Early results after synchronous carotid stent placement and coronary artery bypass graft in patients with asymptomatic carotid stenosis.
MedLine Citation:
PMID:  23336857     Owner:  NLM     Status:  In-Data-Review    
Abstract/OtherAbstract:
BACKGROUND: The optimal management of patients with combined carotid and coronary artery disease requiring cardiac surgery is still unknown. Staged carotid endarterectomy and carotid artery stenting (CAS), each followed by coronary artery bypass graft (CABG), are options frequently employed. However, for patients with severe carotid artery disease in urgent need of open cardiac revascularization, staged operations may not be the most appropriate alternative. The aim of this study was to describe our experience using a synchronous CAS-CABG method with minimal interprocedural time. We used this synchronous combination of procedures in patients with combined carotid and coronary artery disease admitted for urgent CABG.
METHODS: Patients with concomitant severe carotid and coronary artery disease scheduled for synchronous CAS and urgent CABG between December 2006 and January 2010 were included in the study. All procedures were performed at a single center: the Cardiovascular Foundation of Colombia, in Floridablanca, Santander, Colombia. The study cohort was characterized according to demographic and clinical characteristics, which included degree of carotid stenosis, presence/absence of preoperative neurological symptoms, and cardiac operative risk profile.
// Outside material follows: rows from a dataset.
package layout

import "testing"

func TestLevenshtein(t *testing.T) {
	tests := []struct {
		a, b string
		want int
	}{
		// The classic worked example, kitten → sitting, is 3 edits
		// (Levenshtein 1966; from memory). The rest are hand-computed.
		{"kitten", "sitting", 3},
		{"", "", 0},
		{"", "abc", 3},
		{"ceilng", "ceiling", 1},
		{"flor", "floor", 1},
		{"heading", "heading", 0},
		{"größe", "grosse", 3}, // ö→o, ß→s, insert s: runes, not bytes
	}
	for _, tt := range tests {
		t.Run(tt.a+"→"+tt.b, func(t *testing.T) {
			if got := levenshtein(tt.a, tt.b); got != tt.want {
				t.Errorf("levenshtein(%q, %q): got %d, want %d", tt.a, tt.b, got, tt.want)
			}
			if got := levenshtein(tt.b, tt.a); got != tt.want {
				t.Errorf("levenshtein(%q, %q): got %d, want %d (symmetry)", tt.b, tt.a, got, tt.want)
			}
		})
	}
}

func TestSuggest(t *testing.T) {
	tests := []struct {
		name string
		got  string
		want string
	}{
		{"one edit", "ceilng", "ceiling"},
		{"case", "Ceiling", "ceiling"},
		{"two edits", "obstacls", "obstacles"},
		{"prefix of a key", "treatment", "treatment_depth"},
		{"key is a prefix", "keep_outs_zone", "keep_out"},
		{"nothing close", "zebra", ""},
		{"short and far", "xy", ""},
	}
	for _, tt := range tests {
		t.Run(tt.name, func(t *testing.T) {
			if got := suggest(tt.got, cellKeys); got != tt.want {
				t.Errorf("suggest(%q): got %q, want %q", tt.got, got, tt.want)
			}
		})
	}
}

func TestUnknownKeyMsg(t *testing.T) {
	tests := []struct {
		name, got, where string
		want             string
	}{
		{"suggestion", "ceilng", "cell", `unknown key "ceilng"; did you mean "ceiling"?`},
		{"list", "zebra", "band", `unknown key "zebra"; the keys of band are low, high`},
	}
	for _, tt := range tests {
		t.Run(tt.name, func(t *testing.T) {
			known := cellKeys
			if tt.where == "band" {
				known = bandKeys
			}
			if got := unknownKeyMsg(tt.got, tt.where, known); got != tt.want {
				t.Errorf("got %q, want %q", got, tt.want)
			}
		})
	}
}

func TestOneOf(t *testing.T) {
	tests := []struct {
		words []string
		want  string
	}{
		{nil, ""},
		{[]string{"a"}, "a"},
		{[]string{"a", "b"}, "a or b"},
		{[]string{"a", "b", "c"}, "a, b or c"},
	}
	for _, tt := range tests {
		t.Run(tt.want, func(t *testing.T) {
			if got := oneOf(tt.words); got != tt.want {
				t.Errorf("oneOf(%q): got %q, want %q", tt.words, got, tt.want)
			}
		})
	}
}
All patients underwent CAS under embolic protection devices and then CABG within the next 2 hours. Patients received aspirin pre- and postprocedure but were started on clopidogrel only after CABG. The primary end point of the study was the composite incidence rate of myocardial infarction, stroke, and death 30 days after CAS-CABG.
RESULTS: Fifteen patients with concomitant severe carotid and coronary artery disease underwent synchronous CAS-CABG. Most patients (60%) were men, and mean (± standard deviation) age was 65.2 (± 8.4) years. Most patients (93%) were neurologically asymptomatic. The median (interquartile range) ejection fraction and logistic European System for Cardiac Operative Risk Evaluation (EuroSCORE) for the cohort were 55% (36%-62%) and 9.7% (4.6%-14.8%), respectively. There were no deaths, major strokes, minor strokes, or myocardial infarctions during the procedure or within 30 days of CAS-CABG. One patient experienced neurological symptoms likely as a result of transient ischemic attack ipsilateral to the CAS procedure. None of the patients required cardiac or carotid reinterventions, and there were no cases of postoperative bleeding requiring reoperation.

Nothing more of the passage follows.